**Records provided**.
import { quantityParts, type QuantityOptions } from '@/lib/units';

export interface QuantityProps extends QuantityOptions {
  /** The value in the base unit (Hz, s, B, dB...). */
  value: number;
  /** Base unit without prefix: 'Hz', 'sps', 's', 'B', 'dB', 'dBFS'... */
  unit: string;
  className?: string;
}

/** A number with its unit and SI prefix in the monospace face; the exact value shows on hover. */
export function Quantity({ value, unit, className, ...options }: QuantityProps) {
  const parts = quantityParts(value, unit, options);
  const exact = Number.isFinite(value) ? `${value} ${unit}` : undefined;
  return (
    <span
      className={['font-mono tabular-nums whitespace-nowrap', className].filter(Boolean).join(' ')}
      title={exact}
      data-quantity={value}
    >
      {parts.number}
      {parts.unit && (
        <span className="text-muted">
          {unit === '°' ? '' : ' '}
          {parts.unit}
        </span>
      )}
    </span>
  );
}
* * *
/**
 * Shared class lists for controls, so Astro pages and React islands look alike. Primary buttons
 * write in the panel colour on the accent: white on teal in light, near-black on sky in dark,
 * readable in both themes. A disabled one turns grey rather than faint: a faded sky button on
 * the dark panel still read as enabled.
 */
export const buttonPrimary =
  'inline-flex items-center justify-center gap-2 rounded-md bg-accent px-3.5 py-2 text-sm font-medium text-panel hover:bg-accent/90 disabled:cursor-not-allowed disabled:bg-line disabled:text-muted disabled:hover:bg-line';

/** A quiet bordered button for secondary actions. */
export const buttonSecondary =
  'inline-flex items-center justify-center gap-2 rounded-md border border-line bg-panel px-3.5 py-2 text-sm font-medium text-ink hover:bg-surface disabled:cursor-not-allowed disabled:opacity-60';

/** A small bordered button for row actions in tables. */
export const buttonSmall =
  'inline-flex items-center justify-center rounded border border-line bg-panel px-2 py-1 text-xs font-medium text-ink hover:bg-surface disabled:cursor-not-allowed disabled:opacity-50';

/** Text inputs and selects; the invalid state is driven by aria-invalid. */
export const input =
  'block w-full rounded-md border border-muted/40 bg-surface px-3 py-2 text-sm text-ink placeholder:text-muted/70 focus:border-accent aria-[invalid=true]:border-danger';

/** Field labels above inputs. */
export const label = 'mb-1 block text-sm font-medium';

**What is being asked**. Repeat word for word the lines above that run from the line containing "className?: string;" through the line containing "const parts = quantityParts(value, unit, options);", both ends included, and nothing else.

**Response area**.
  className?: string;
}

/** A number with its unit and SI prefix in the monospace face; the exact value shows on hover. */
export function Quantity({ value, unit, className, ...options }: QuantityProps) {
  const parts = quantityParts(value, unit, options);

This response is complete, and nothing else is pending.